I also had to go to the bank today b/c they keep charging me these dang service fees that they shouldn't be charging me for. This is like the 4th time. Instead of calling, I just decided to go in and speak to my "personal banker." His name is Chris. I like Chris. He has helped me before and we get along great. Thankfully he wasn't busy and I didn't have to wait. I tell him my problem; he fixes it. Plain and simple. I also have to get Chris to make copies of my aunt's bank statements because I am trying to get her qualified for Medicaid. She is currently in a nursing facility and she has used up her allotted days and in order for Medicaid to pay for the "other days," I have to do all this paperwork for her and to be honest, it's about to put me over. It's a lot of work!! I have to make another trip to Asheville sometime this week to get her signature on one of the forms. I have no idea when that will be, but Grrrrreeeeeaaaaat!! If you had to deal with her, you would know why I stretched out the word great. It is no picnic. In fact, after I have spent a few hours with her, I'm the one who needs large doses of medication and not just medication, but shots of strong drinks to go along with the large doses of medication! Oh, and really loud music too--like Queen and AC/DC and a little Joan Jett thrown in the mix!

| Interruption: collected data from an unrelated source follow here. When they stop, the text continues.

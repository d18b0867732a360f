import type { Ref } from 'react';
import { Field } from '#src/components/field.tsx';
import { TextInput } from '#src/components/text-input.tsx';

type ContactFieldProps = {
  kind: 'tel' | 'email';
  label: string;
  hint?: string;
  /** What is wrong, in words. */
  error: string | undefined;
  value: string;
  onValueChange: (text: string) => void;
  className: string;
  ref: Ref<HTMLInputElement>;
};

/** A phone number of one's own, or somebody else's address, which the browser must not fill with one's own. */
export function ContactField({ kind, value, onValueChange, ref, ...field }: ContactFieldProps) {
  return (
    <Field {...field}>
      <TextInput
        ref={ref}
        type={kind}
        autoComplete={kind === 'tel' ? 'tel' : 'off'}
        value={value}
        onChange={(event) => onValueChange(event.target.value)}
      />
    </Field>
  );
}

Not even kidding.

My number 3 child went back to college. He left on Saturday and yes, I cried. I cried multiple times. I miss that boy more than he can ever fathom in his lifetime.  Before he left, we went to the movies. Jared texted Katelyn and me the night before wanting to go see "Step Up All In." We love those movies--don't laugh. The three of us have gone to see just about all of them together. It's just what we do. So Saturday morning, I looked up the times and texted both of them... 11:30. Are we going? At 11:00 I get a text from Jared saying he just woke up, but yes, he wants to go. I tell him to go wake up his sister and get going. We made it to the movie and afterwards we went out for breakfast at Cracker Barrel, his choice. He loves that place. When we go to the CB, we always get breakfast b/c face it, they've got a killer breakfast menu! Love me some hash brown casserole from the CB! We said our goodbyes in the parking lot and I promptly got in my car and the tears started flowing... all the way home. The thing is he forgot his student ID in my car and had to stop by my house on his way to WV. I was thrilled to see him again but you guessed it, another goodbye with more tears. Jared will be starting his junior year at Concord University in Athens, WV. He will be playing soccer. He will have a class schedule beyond imagination--his classes are very hard. He is going to have a lot on his plate, health issues not withstanding. I worry. I'm his mother. It's my job and I do it like a boss! :) So there's that.

There have been a few other bumps in the road that are simply beyond my control. Something not working out the way I thought it would or had hoped it would work out. People not being what you thought them to be. Disappointment in the outcome of something. Being unsure as to "what to do next." Feeling all topsy turvy and not really sure why, or perhaps knowing the why but just not how to stop feeling that way. Being all in a funk about "what lies ahead" and having no freaking idea how to stomp down the uncertainty, the fear, the aloneness--notice I didn't say "loneliness" b/c I am not lonely, but being alone is bothering me these days.  So anyway, it may be Shark Week for the rest of the world, but for me, it's "Sneak Out Freak Out" week! As I embark on the remainder of my last week of vacation, I need a big sign that says,

"May the odds be ever in your favor!"   Please.